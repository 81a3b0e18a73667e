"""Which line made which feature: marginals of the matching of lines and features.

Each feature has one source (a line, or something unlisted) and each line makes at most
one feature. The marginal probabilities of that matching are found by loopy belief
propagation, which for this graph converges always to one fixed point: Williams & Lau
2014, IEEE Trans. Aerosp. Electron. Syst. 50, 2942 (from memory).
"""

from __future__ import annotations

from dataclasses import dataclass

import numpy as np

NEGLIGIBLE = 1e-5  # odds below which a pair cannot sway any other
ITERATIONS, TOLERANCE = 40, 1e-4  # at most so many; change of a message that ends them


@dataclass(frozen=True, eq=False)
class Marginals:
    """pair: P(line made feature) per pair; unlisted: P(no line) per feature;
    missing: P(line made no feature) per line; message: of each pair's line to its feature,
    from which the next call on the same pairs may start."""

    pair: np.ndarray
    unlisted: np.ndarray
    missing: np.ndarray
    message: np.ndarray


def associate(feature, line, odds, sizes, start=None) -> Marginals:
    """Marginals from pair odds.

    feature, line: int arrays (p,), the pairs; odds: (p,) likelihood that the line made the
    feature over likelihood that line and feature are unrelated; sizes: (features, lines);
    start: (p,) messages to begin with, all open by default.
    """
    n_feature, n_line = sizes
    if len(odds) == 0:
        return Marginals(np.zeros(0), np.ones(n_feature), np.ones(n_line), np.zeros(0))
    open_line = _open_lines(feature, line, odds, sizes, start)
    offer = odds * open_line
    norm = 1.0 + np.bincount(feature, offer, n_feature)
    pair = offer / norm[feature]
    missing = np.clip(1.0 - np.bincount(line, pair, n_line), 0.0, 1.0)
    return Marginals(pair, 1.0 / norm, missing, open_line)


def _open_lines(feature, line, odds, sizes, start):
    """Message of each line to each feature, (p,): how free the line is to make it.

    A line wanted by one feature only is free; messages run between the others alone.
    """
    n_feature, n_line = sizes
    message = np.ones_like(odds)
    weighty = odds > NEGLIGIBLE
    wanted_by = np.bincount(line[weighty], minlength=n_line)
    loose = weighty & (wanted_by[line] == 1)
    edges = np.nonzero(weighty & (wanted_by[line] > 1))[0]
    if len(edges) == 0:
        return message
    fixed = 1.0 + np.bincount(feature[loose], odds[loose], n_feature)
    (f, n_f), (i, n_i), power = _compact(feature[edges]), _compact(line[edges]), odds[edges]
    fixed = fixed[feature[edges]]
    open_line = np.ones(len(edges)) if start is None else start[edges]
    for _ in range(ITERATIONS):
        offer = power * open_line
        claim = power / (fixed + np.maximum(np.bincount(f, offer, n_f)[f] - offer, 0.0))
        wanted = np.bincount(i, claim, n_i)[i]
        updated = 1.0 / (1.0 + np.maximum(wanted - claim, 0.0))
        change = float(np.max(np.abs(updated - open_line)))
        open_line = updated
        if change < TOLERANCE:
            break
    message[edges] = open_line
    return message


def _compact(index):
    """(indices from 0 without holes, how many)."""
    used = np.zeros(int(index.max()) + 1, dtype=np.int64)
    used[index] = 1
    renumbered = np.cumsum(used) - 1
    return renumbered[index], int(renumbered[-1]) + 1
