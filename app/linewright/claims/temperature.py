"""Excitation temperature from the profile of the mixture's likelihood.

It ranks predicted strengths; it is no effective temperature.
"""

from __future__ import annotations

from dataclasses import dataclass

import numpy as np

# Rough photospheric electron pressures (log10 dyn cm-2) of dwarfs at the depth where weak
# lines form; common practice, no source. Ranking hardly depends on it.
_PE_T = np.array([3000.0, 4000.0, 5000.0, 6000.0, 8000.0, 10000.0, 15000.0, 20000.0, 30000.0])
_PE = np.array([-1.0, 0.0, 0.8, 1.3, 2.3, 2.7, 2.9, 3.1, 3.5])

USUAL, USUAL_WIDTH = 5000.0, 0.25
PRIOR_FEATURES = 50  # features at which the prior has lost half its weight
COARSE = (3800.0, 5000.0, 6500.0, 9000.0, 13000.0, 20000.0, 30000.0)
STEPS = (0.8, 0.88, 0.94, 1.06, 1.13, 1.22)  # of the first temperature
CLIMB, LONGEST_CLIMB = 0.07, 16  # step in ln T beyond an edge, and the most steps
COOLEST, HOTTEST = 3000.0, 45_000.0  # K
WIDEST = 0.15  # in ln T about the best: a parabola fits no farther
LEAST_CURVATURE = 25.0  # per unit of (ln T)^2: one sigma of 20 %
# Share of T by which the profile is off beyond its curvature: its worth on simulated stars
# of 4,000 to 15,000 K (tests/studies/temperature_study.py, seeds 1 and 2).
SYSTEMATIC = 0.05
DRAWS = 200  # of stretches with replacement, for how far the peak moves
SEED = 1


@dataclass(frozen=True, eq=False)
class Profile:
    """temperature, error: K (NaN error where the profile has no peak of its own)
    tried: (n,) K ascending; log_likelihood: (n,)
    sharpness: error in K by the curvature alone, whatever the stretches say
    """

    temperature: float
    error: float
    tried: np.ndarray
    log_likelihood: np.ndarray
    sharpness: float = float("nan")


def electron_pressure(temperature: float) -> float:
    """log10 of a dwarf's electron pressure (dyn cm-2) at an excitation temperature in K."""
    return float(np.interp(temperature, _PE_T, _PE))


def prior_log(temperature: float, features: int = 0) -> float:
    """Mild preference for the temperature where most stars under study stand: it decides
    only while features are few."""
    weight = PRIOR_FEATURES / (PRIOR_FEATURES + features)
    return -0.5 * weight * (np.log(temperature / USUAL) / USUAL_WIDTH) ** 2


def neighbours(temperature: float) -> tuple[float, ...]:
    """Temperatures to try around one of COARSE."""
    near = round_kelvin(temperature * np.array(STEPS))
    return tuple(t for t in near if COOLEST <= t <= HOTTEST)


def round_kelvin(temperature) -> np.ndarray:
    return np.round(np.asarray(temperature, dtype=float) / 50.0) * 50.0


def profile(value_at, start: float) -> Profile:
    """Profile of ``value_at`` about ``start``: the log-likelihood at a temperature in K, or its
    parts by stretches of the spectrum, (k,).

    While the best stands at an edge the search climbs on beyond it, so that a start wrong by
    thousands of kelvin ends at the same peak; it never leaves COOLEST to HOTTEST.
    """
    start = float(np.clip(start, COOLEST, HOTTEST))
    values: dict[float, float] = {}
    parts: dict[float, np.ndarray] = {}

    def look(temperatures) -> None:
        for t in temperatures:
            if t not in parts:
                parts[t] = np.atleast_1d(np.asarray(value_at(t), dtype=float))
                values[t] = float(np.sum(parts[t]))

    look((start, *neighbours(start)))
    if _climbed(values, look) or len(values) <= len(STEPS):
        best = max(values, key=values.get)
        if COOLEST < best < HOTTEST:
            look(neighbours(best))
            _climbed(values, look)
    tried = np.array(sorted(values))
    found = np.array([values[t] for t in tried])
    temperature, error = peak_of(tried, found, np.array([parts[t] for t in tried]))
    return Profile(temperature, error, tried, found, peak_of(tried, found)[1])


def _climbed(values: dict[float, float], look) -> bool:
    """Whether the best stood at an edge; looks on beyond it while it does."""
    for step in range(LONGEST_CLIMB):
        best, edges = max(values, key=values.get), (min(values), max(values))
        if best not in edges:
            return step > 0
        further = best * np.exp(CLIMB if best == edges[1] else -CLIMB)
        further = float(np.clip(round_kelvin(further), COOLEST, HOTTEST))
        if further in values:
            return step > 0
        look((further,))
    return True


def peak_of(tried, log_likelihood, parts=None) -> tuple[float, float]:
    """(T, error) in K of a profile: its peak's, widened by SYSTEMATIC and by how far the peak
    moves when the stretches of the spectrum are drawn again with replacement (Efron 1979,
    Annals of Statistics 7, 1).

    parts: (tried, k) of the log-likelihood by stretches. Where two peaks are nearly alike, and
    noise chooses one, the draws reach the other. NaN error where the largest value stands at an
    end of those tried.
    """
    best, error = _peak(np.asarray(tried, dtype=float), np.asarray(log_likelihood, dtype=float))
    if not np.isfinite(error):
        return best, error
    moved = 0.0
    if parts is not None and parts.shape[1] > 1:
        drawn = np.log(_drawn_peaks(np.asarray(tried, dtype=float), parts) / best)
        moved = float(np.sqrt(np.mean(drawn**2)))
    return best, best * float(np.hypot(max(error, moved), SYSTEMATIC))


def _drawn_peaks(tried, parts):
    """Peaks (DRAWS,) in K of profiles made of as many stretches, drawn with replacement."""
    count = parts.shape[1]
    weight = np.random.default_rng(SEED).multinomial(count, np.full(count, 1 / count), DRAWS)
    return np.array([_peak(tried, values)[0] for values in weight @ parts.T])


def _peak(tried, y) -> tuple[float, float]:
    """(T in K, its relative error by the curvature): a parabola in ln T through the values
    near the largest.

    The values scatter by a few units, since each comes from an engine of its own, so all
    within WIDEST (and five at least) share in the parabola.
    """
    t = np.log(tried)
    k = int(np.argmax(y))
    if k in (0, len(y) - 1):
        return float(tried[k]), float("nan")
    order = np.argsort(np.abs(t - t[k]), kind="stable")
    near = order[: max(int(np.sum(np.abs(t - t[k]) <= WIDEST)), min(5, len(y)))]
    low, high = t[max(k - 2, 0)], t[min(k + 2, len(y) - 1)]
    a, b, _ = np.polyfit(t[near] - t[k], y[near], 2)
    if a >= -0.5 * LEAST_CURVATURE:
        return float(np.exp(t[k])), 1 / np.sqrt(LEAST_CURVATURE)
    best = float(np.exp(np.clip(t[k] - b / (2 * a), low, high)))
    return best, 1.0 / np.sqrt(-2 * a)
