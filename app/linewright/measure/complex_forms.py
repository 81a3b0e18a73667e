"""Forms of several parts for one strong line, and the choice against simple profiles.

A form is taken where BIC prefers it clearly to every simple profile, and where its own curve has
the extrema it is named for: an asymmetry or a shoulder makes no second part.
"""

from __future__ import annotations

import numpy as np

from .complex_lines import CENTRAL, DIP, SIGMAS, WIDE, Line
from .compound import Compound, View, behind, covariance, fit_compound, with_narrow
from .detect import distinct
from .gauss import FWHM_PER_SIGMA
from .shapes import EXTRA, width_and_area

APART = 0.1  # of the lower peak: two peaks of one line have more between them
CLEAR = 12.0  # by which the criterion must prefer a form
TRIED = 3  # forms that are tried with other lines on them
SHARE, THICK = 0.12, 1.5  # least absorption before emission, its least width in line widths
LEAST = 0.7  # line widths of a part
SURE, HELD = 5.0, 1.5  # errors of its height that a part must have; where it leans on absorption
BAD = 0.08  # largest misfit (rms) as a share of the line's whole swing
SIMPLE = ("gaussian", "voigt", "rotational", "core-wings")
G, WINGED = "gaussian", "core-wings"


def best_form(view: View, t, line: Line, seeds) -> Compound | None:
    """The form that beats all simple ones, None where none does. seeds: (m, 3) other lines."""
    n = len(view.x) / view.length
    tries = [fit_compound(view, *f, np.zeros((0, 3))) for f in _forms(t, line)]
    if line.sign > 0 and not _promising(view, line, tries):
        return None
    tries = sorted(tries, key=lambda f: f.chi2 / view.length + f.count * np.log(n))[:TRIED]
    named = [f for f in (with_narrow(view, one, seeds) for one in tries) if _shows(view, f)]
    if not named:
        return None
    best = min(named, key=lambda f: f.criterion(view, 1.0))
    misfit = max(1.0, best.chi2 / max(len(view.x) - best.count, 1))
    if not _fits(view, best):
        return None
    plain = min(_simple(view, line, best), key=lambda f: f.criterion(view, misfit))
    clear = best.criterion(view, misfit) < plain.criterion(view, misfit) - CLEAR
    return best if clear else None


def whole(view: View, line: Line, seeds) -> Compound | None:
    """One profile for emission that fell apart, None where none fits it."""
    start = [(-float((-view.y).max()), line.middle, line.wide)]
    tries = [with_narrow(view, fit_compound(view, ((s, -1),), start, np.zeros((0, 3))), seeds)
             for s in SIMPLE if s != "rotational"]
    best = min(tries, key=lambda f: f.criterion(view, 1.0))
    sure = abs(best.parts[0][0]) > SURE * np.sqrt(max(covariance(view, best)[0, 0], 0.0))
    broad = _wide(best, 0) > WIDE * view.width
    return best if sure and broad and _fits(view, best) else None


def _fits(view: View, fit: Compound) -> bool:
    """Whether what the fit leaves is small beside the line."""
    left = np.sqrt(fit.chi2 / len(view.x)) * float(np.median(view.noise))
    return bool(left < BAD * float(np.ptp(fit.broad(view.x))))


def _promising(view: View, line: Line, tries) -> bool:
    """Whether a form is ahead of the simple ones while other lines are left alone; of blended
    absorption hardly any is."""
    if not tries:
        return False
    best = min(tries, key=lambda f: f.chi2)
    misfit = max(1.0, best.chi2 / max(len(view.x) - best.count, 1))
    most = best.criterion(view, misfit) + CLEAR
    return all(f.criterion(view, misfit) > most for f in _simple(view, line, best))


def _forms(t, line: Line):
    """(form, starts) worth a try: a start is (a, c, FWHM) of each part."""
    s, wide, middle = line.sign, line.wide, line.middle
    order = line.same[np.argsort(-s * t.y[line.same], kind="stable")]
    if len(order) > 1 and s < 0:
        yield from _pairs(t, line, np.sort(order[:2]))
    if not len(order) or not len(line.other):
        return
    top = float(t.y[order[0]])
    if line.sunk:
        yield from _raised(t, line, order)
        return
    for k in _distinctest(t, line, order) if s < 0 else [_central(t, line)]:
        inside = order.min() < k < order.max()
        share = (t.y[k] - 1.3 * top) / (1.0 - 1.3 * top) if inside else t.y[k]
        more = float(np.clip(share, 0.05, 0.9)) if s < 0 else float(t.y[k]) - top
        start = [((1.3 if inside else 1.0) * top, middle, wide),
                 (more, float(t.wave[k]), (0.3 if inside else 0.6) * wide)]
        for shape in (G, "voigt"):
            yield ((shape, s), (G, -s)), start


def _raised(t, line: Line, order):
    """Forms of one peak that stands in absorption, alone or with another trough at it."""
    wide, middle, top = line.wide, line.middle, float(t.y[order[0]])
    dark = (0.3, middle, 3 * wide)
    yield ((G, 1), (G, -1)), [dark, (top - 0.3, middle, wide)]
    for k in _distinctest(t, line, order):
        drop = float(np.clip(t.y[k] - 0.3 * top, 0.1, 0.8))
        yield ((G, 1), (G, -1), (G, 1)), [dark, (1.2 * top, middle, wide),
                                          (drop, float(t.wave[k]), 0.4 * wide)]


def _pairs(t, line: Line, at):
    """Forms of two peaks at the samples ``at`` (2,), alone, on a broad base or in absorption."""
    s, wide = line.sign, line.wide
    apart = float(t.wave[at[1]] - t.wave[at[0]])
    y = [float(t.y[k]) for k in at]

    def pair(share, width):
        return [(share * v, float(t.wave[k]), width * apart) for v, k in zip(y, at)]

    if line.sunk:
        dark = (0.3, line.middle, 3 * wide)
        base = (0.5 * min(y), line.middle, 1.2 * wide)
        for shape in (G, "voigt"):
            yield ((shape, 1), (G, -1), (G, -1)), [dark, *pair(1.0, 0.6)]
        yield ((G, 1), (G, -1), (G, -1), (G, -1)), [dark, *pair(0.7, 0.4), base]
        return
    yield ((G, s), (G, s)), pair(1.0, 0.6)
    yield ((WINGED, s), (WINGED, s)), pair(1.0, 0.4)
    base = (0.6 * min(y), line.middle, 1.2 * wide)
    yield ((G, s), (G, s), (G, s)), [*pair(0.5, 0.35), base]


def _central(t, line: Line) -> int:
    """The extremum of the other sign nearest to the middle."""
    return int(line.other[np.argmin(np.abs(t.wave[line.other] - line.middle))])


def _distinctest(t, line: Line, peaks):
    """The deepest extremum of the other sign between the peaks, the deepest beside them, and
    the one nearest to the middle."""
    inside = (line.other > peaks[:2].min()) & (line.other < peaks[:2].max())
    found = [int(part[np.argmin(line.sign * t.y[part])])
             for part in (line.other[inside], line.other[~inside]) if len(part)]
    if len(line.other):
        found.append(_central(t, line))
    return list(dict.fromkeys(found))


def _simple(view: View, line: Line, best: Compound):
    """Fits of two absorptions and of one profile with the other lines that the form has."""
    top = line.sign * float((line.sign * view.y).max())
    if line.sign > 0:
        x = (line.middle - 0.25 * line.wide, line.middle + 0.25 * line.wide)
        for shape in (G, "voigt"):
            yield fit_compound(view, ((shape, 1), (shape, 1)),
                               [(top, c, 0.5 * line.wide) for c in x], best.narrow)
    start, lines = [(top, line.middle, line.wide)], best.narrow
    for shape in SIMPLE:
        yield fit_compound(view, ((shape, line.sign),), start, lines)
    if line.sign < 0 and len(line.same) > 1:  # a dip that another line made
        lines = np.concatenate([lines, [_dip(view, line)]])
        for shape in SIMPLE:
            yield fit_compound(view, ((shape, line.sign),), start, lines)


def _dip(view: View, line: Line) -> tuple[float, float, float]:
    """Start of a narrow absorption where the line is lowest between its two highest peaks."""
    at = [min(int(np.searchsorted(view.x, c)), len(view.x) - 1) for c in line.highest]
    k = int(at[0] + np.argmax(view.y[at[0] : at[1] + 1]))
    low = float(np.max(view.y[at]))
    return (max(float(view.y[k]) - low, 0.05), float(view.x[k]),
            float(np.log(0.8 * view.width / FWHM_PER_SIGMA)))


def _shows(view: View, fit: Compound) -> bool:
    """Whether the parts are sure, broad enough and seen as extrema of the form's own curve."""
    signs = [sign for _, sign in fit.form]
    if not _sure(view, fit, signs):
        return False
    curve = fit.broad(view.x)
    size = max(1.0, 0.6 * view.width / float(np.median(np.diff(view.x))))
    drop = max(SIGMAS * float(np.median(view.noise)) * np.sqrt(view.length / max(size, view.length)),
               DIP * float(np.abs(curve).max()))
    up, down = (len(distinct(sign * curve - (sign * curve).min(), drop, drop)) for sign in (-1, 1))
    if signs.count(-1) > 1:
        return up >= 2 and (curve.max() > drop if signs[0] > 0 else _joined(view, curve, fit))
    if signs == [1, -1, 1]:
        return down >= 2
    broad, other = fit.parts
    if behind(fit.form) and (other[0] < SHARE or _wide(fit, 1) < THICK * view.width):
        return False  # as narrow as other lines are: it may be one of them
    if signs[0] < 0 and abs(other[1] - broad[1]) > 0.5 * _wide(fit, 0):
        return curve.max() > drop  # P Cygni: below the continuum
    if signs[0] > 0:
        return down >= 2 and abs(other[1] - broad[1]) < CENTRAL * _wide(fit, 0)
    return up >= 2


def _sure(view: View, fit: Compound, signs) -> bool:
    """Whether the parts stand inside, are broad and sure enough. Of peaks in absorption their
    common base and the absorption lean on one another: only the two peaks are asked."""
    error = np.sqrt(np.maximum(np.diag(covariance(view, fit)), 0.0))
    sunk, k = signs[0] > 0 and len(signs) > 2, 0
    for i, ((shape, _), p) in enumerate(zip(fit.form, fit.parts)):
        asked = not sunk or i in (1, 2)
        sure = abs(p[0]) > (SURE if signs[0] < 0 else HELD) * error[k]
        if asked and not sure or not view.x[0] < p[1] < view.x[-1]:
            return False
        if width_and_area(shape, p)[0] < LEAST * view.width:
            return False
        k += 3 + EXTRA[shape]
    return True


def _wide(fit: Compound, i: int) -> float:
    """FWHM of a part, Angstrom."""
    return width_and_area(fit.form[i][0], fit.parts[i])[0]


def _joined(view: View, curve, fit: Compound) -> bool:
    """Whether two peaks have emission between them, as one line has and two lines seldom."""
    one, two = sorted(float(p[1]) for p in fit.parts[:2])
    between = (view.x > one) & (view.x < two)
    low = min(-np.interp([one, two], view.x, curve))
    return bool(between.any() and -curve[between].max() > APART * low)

══════

■ INSTRUCTIONS FOR THE TASK:
The response must hold only the lines above from the line with "USUAL, USUAL_WIDTH = 5000.0, 0.25" through the line with "WIDEST = 0.15", each copied exactly, both ends kept.

■ ANSWER BOX:
USUAL, USUAL_WIDTH = 5000.0, 0.25
PRIOR_FEATURES = 50  # features at which the prior has lost half its weight
COARSE = (3800.0, 5000.0, 6500.0, 9000.0, 13000.0, 20000.0, 30000.0)
STEPS = (0.8, 0.88, 0.94, 1.06, 1.13, 1.22)  # of the first temperature
CLIMB, LONGEST_CLIMB = 0.07, 16  # step in ln T beyond an edge, and the most steps
COOLEST, HOTTEST = 3000.0, 45_000.0  # K
WIDEST = 0.15  # in ln T about the best: a parabola fits no farther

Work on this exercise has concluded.